Copy each line of the data that has "globals" in it.

BEGIN Task material

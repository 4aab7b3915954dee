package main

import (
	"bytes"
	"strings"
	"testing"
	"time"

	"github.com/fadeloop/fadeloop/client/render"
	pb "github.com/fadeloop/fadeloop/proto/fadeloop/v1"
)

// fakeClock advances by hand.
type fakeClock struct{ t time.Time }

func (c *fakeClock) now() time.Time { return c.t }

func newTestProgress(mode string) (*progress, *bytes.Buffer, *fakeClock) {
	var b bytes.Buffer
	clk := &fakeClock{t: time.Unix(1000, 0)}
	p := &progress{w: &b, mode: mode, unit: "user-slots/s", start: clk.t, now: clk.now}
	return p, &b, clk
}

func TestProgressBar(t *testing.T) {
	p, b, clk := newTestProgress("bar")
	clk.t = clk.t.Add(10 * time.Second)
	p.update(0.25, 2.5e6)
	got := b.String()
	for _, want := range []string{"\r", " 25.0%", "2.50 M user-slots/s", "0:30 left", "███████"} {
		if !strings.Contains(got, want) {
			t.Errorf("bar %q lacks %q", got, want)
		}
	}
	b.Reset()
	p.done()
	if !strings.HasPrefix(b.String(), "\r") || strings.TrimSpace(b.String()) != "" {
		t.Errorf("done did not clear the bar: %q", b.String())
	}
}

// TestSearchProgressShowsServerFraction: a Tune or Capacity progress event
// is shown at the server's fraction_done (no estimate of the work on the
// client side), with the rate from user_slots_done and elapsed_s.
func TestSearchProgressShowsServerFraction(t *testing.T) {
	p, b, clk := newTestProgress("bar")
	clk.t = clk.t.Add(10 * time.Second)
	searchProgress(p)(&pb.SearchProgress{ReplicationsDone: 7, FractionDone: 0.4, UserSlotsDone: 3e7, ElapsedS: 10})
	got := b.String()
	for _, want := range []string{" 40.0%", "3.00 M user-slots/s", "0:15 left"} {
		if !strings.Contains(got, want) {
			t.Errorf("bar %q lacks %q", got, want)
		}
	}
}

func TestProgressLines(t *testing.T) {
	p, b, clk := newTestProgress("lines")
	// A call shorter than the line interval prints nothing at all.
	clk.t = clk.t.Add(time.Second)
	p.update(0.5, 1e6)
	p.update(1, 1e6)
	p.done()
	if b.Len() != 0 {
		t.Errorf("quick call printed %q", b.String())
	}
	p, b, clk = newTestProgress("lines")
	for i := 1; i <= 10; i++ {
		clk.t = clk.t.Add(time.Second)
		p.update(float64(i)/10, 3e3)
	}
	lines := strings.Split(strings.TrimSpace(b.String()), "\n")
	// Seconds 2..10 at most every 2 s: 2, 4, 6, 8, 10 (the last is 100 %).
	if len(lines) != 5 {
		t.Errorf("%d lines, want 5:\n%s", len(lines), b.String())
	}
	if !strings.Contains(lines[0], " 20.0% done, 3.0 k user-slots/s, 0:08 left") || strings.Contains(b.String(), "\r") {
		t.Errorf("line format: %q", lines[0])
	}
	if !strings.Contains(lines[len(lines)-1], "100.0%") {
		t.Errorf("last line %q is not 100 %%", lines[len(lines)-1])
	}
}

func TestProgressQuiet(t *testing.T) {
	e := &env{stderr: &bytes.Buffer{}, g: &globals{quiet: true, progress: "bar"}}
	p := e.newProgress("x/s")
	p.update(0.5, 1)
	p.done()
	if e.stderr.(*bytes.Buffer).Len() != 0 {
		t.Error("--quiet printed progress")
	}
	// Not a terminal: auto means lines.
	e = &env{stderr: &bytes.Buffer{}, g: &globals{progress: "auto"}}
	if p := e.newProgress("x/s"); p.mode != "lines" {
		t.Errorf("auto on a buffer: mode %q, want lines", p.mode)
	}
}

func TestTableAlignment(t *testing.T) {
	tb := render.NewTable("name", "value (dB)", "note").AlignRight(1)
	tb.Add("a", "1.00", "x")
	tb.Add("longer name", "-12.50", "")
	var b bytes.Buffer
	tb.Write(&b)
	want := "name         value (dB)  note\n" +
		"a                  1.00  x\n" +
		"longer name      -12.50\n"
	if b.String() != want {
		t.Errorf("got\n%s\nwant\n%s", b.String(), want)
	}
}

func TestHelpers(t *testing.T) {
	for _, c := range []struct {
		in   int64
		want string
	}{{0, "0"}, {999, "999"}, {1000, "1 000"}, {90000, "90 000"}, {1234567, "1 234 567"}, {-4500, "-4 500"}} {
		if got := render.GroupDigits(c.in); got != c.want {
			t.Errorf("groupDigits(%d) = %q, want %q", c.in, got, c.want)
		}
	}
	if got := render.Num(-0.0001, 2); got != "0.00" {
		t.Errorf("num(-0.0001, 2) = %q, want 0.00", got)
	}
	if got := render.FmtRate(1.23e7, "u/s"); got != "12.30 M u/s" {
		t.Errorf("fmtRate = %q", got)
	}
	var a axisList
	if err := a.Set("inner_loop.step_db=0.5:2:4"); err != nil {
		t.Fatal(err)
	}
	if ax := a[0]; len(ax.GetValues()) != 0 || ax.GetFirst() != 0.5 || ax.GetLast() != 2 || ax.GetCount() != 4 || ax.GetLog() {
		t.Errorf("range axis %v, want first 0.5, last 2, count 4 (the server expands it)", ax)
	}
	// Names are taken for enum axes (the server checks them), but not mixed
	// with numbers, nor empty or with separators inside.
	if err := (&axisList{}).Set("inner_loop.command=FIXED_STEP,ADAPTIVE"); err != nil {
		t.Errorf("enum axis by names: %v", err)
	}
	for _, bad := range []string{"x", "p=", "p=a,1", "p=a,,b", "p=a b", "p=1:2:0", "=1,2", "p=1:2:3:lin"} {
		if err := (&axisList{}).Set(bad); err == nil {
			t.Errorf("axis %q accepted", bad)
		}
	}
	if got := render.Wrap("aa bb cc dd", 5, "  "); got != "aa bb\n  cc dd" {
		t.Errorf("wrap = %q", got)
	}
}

END Task material
BEGIN Task material

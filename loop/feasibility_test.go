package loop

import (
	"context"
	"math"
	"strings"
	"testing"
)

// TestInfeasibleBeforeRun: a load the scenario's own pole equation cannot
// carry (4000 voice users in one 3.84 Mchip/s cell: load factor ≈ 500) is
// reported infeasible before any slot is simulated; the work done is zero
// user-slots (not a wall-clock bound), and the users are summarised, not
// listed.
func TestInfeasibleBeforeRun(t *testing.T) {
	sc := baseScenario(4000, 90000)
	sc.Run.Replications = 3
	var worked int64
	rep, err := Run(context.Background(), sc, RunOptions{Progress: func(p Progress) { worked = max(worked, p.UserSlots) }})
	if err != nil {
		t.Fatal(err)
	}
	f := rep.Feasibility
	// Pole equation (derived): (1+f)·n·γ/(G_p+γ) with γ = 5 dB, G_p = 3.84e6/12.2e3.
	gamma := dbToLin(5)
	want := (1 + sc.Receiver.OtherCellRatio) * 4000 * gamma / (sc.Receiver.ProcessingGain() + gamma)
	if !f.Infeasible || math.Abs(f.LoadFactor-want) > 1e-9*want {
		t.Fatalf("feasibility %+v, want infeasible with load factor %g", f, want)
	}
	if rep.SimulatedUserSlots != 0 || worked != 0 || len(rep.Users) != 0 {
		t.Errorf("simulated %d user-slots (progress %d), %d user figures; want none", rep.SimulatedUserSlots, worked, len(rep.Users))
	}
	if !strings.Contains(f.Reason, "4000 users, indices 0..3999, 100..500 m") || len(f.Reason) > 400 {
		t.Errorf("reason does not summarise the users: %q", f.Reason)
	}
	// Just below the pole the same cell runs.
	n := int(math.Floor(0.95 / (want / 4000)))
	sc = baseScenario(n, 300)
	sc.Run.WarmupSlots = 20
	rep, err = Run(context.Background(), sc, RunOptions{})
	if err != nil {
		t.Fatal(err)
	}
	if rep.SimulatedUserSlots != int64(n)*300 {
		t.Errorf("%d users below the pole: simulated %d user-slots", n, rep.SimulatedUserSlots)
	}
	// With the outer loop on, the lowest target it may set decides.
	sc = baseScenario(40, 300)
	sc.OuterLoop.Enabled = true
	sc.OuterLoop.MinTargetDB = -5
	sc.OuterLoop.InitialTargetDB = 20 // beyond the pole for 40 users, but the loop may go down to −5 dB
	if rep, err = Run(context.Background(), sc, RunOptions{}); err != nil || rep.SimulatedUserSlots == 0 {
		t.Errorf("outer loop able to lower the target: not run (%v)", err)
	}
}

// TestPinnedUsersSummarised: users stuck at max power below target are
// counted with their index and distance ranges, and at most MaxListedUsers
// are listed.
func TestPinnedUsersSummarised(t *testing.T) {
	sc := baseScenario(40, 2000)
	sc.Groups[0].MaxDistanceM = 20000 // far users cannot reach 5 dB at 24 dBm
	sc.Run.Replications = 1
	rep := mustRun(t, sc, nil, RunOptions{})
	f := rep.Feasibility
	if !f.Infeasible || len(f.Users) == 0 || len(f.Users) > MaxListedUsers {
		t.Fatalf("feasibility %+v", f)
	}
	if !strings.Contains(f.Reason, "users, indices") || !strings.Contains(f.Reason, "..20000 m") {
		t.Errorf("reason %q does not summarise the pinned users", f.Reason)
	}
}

END Task material
BEGIN Task material

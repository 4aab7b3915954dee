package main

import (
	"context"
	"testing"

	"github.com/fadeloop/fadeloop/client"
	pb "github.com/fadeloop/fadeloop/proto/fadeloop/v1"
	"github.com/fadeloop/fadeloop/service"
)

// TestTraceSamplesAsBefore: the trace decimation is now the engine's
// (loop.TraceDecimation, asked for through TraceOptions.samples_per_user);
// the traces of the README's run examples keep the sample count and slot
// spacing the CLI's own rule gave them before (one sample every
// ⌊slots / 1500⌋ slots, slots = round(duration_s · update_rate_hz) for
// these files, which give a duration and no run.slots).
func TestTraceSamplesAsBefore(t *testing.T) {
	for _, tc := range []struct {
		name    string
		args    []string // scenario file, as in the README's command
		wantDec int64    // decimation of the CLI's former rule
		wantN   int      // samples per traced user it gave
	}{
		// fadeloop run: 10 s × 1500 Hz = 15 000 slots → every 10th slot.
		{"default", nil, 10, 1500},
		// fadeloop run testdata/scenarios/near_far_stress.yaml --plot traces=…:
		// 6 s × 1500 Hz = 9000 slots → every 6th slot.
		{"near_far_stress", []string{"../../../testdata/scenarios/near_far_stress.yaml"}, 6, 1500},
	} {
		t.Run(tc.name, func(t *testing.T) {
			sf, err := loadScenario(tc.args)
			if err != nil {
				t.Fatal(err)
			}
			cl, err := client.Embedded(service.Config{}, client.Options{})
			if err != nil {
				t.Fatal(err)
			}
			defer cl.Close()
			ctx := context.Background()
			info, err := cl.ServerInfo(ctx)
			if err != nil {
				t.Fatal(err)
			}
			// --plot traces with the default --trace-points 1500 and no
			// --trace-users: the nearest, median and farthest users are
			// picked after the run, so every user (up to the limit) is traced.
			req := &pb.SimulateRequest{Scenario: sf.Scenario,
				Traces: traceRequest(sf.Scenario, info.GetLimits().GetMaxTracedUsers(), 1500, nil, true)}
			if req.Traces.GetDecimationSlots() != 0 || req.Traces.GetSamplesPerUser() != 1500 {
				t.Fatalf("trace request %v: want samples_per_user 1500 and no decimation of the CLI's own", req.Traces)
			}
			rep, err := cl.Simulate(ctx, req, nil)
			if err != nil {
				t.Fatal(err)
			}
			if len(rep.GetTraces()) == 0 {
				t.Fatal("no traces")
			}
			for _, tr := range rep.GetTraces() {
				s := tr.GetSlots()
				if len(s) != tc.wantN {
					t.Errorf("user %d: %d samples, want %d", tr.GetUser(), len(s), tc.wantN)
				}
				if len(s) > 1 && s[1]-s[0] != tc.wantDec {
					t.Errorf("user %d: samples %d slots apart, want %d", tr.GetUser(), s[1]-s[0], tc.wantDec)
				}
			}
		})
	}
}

END Task material

Exercise output:
	e := &env{stderr: &bytes.Buffer{}, g: &globals{quiet: true, progress: "bar"}}
	e = &env{stderr: &bytes.Buffer{}, g: &globals{progress: "auto"}}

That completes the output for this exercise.